Exercise aim: Every line of the material that mentions the word "maxDepth" should be copied out.

[Records shown Boundary: Start]

export function layoutNetwork(t: Topology): NetworkLayout {
  const n = t.nodes.length;
  const m = t.segments.length;
  const nodeIndex = new Map<string, number>();
  t.nodes.forEach((id, i) => {
    if (!nodeIndex.has(id)) nodeIndex.set(id, i);
  });
  const sFrom = new Int32Array(m);
  const sTo = new Int32Array(m);
  const deg = new Int32Array(n + 1);
  for (let k = 0; k < m; k++) {
    const s = t.segments[k]!;
    const a = nodeIndex.get(s.from) ?? -1;
    const b = nodeIndex.get(s.to) ?? -1;
    const ok = a >= 0 && b >= 0 && a !== b;
    sFrom[k] = ok ? a : -1;
    sTo[k] = ok ? b : -1;
    if (ok) {
      deg[a + 1]!++;
      deg[b + 1]!++;
    }
  }
  // CSR adjacency in segment order (deterministic).
  for (let i = 0; i < n; i++) deg[i + 1] = deg[i + 1]! + deg[i]!;
  const adj = new Int32Array(deg[n]!);
  const fill = deg.slice(0, n);
  for (let k = 0; k < m; k++) {
    if (sFrom[k]! < 0) continue;
    adj[fill[sFrom[k]!]!++] = k;
    adj[fill[sTo[k]!]!++] = k;
  }

  const supplyOf = new Int32Array(n).fill(-1);
  const loaded = new Uint8Array(n);
  t.supplies.forEach((id, k) => {
    const i = nodeIndex.get(id);
    if (i !== undefined && supplyOf[i]! < 0) supplyOf[i] = k;
  });
  for (const id of t.loads) {
    const i = nodeIndex.get(id);
    if (i !== undefined) loaded[i] = 1;
  }

  // Breadth-first forest: supplies first (one source set), then each unreached part from its first node.
  const depth = new Int32Array(n).fill(-1);
  const parent = new Int32Array(n).fill(-1);
  const parentSeg = new Int32Array(n).fill(-1);
  const tree = new Int32Array(n).fill(-1);
  const order = new Int32Array(n);
  let qt = 0;
  const roots: number[] = [];
  const bfs = (from: number) => {
    for (let h = from; h < qt; h++) {
      const v = order[h]!;
      for (let p = deg[v]!; p < deg[v + 1]!; p++) {
        const k = adj[p]!;
        const w = sFrom[k] === v ? sTo[k]! : sFrom[k]!;
        if (depth[w]! >= 0) continue;
        depth[w] = depth[v]! + 1;
        parent[w] = v;
        parentSeg[w] = k;
        tree[w] = tree[v]!;
        order[qt++] = w;
      }
    }
  };
  for (let i = 0; i < n; i++) {
    if (supplyOf[i]! < 0 || depth[i]! >= 0) continue;
    depth[i] = 0;
    tree[i] = supplyOf[i]!;
    order[qt++] = i;
  }
  // Supplies in the order given, not in node order.
  const supplyRoots = Array.from(order.subarray(0, qt)).sort((a, b) => supplyOf[a]! - supplyOf[b]!);
  order.set(supplyRoots, 0);
  roots.push(...supplyRoots);
  bfs(0);
  const reachedCount = qt;
  for (let i = 0; i < n; i++) {
    if (depth[i]! >= 0) continue;
    depth[i] = 0;
    const start = qt;
    order[qt++] = i;
    roots.push(i);
    bfs(start);
  }

  // Children per node: the deepest subtree first (the main run of a bus), then the largest; discovery order breaks ties.
  const size = new Int32Array(n).fill(1);
  const height = new Int32Array(n).fill(1);
  for (let h = n - 1; h >= 0; h--) {
    const v = order[h]!;
    const p = parent[v]!;
    if (p >= 0) {
      size[p] = size[p]! + size[v]!;
      height[p] = Math.max(height[p]!, height[v]! + 1);
    }
  }
  const childPtr = new Int32Array(n + 1);
  for (let v = 0; v < n; v++) if (parent[v]! >= 0) childPtr[parent[v]! + 1]!++;
  for (let i = 0; i < n; i++) childPtr[i + 1] = childPtr[i + 1]! + childPtr[i]!;
  const children = new Int32Array(Math.max(0, n - roots.length));
  {
    const f = childPtr.slice(0, n);
    for (let h = 0; h < n; h++) {
      const v = order[h]!;
      if (parent[v]! >= 0) children[f[parent[v]!]!++] = v;
    }
  }
  const discovery = new Int32Array(n);
  for (let h = 0; h < n; h++) discovery[order[h]!] = h;
  for (let v = 0; v < n; v++) {
    const a = childPtr[v]!;
    const b = childPtr[v + 1]!;
    if (b - a > 1) children.subarray(a, b).sort((x, y) => height[y]! - height[x]! || size[y]! - size[x]! || discovery[x]! - discovery[y]!);
  }

  // Rows: subtrees packed by their contours (after Reingold & Tilford 1981, with the
  // parent on its first child's row). Each sibling subtree goes as high as it can while
  // staying one row below everything of the subtrees before it at every shared depth,
  // so a bus's drops hang right under it and the order of every column is the order of
  // the tree: edges between two columns keep their order and cannot cross. Contours are
  // kept deepest level first with a lazy shift and merged into the longer one, so each
  // merge costs the shorter contour's length: O(n) in all.
  const offset = new Int32Array(n);
  const contour: (Contour | undefined)[] = new Array(n);
  for (let h = n - 1; h >= 0; h--) {
    const v = order[h]!;
    const a = childPtr[v]!;
    const b = childPtr[v + 1]!;
    let acc: Contour;
    if (a === b) acc = { top: [], bot: [], shift: 0 };
    else {
      acc = contour[children[a]!]!;
      contour[children[a]!] = undefined;
      offset[children[a]!] = 0;
      for (let p = a + 1; p < b; p++) {
        const c = children[p]!;
        const cc = contour[c]!;
        contour[c] = undefined;
        const la = acc.top.length;
        const lc = cc.top.length;
        const L = Math.min(la, lc);
        let o = -Infinity;
        for (let k = 0; k < L; k++) o = Math.max(o, acc.bot[la - 1 - k]! + acc.shift - (cc.top[lc - 1 - k]! + cc.shift) + 1);
        offset[c] = o;
        if (la >= lc) {
          for (let k = 0; k < L; k++) acc.bot[la - 1 - k] = cc.bot[lc - 1 - k]! + cc.shift + o - acc.shift;
        } else {
          cc.shift += o;
          for (let k = 0; k < L; k++) cc.top[lc - 1 - k] = acc.top[la - 1 - k]! + acc.shift - cc.shift;
          acc = cc;
        }
      }
    }
    acc.top.push(-acc.shift);
    acc.bot.push(-acc.shift);
    contour[v] = acc;
  }
  const row = new Int32Array(n);
  let next = 0;
  const stack: number[] = [];
  roots.forEach((r, k) => {
    // One blank row between separate trees.
    const base = k > 0 ? next + 1 : 0;
    row[r] = base;
    stack.push(r);
    while (stack.length) {
      const v = stack.pop()!;
      next = Math.max(next, row[v]! + 1);
      for (let p = childPtr[v]!; p < childPtr[v + 1]!; p++) {
        const c = children[p]!;
        row[c] = row[v]! + offset[c]!;
        stack.push(c);
      }
    }
  });
  let maxDepth = 0;
  for (let i = 0; i < n; i++) maxDepth = Math.max(maxDepth, depth[i]!);
  const layers = n > 0 ? maxDepth + 1 : 0;
  const rows = next;
  const colUnit = 1 / Math.max(1, layers - 1);
  const rowUnit = 1 / Math.max(1, rows - 1);
  const X = (i: number) => depth[i]! * colUnit;
  const Y = (i: number) => row[i]! * rowUnit;

  const nodes: PlacedNode[] = t.nodes.map((id, i) => ({
    id,
    x: X(i),
    y: Y(i),
    layer: depth[i]!,
    row: row[i]!,
    role: supplyOf[i]! >= 0 ? "supply" : loaded[i] ? "load" : "junction",
    reached: tree[i]! >= 0 && discovery[i]! < reachedCount,
    leaf: childPtr[i + 1] === childPtr[i],
    parent: parent[i]!,
    supply: discovery[i]! < reachedCount ? tree[i]! : -1,
  }));

  // Polylines. Links between the same two nodes are counted so a second one is bowed clear of the first.
  const pairSeen = new Map<string, number>();
  const clamp = (v: number) => Math.min(1, Math.max(0, v));
  const segments: PlacedSegment[] = t.segments.map((s, k) => {
    const a = sFrom[k]!;
    const b = sTo[k]!;
    if (a < 0) return { id: s.id, from: nodeIndex.get(s.from) ?? -1, to: nodeIndex.get(s.to) ?? -1, points: [], tree: false };
    const isTree = parentSeg[b] === k || parentSeg[a] === k;
    const pairKey = a < b ? `${a} ${b}` : `${b} ${a}`;
    const nth = pairSeen.get(pairKey) ?? 0;
    pairSeen.set(pairKey, nth + 1);
    let points: [number, number][];
    if (isTree) {
      const [p, c] = parentSeg[b] === k ? [a, b] : [b, a];
      points = row[p] === row[c] ? [[X(p), Y(p)], [X(c), Y(c)]] : [[X(p), Y(p)], [X(p) + 0.3 * (X(c) - X(p)), Y(c)], [X(c), Y(c)]];
    } else if (depth[a] === depth[b]) {
      // Same column: bow sideways so the link passes beside the nodes between its ends.
      const off = (0.35 + 0.15 * nth) * colUnit;
      const x = X(a) + off <= 1 || layers <= 1 ? X(a) + off : X(a) - off;
      points = [[X(a), Y(a)], [layers <= 1 ? x : clamp(x), (Y(a) + Y(b)) / 2], [X(b), Y(b)]];
    } else if (nth === 0) {
      points = [[X(a), Y(a)], [X(b), Y(b)]];
    } else {
      const sign = nth % 2 === 1 ? 1 : -1;
      const off = sign * Math.ceil(nth / 2) * 0.3 * rowUnit;
      points = [[X(a), Y(a)], [(X(a) + X(b)) / 2, clamp((Y(a) + Y(b)) / 2 + off)], [X(b), Y(b)]];
    }
    // A tree edge that doubles an earlier link between the same nodes is bowed too.
    if (isTree && nth > 0) {
      const mid = points.length === 2 ? [(points[0]![0] + points[1]![0]) / 2, (points[0]![1] + points[1]![1]) / 2] : points[1]!;
      points = [points[0]!, [mid[0]!, clamp(mid[1]! + 0.3 * rowUnit * nth)], points[points.length - 1]!];
    }
    return { id: s.id, from: a, to: b, points, tree: isTree };
  });
  return { nodes, segments, nodeIndex, layers, rows };
}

[Records shown Boundary: End]

Task result:
  let maxDepth = 0;
  for (let i = 0; i < n; i++) maxDepth = Math.max(maxDepth, depth[i]!);
  const layers = n > 0 ? maxDepth + 1 : 0;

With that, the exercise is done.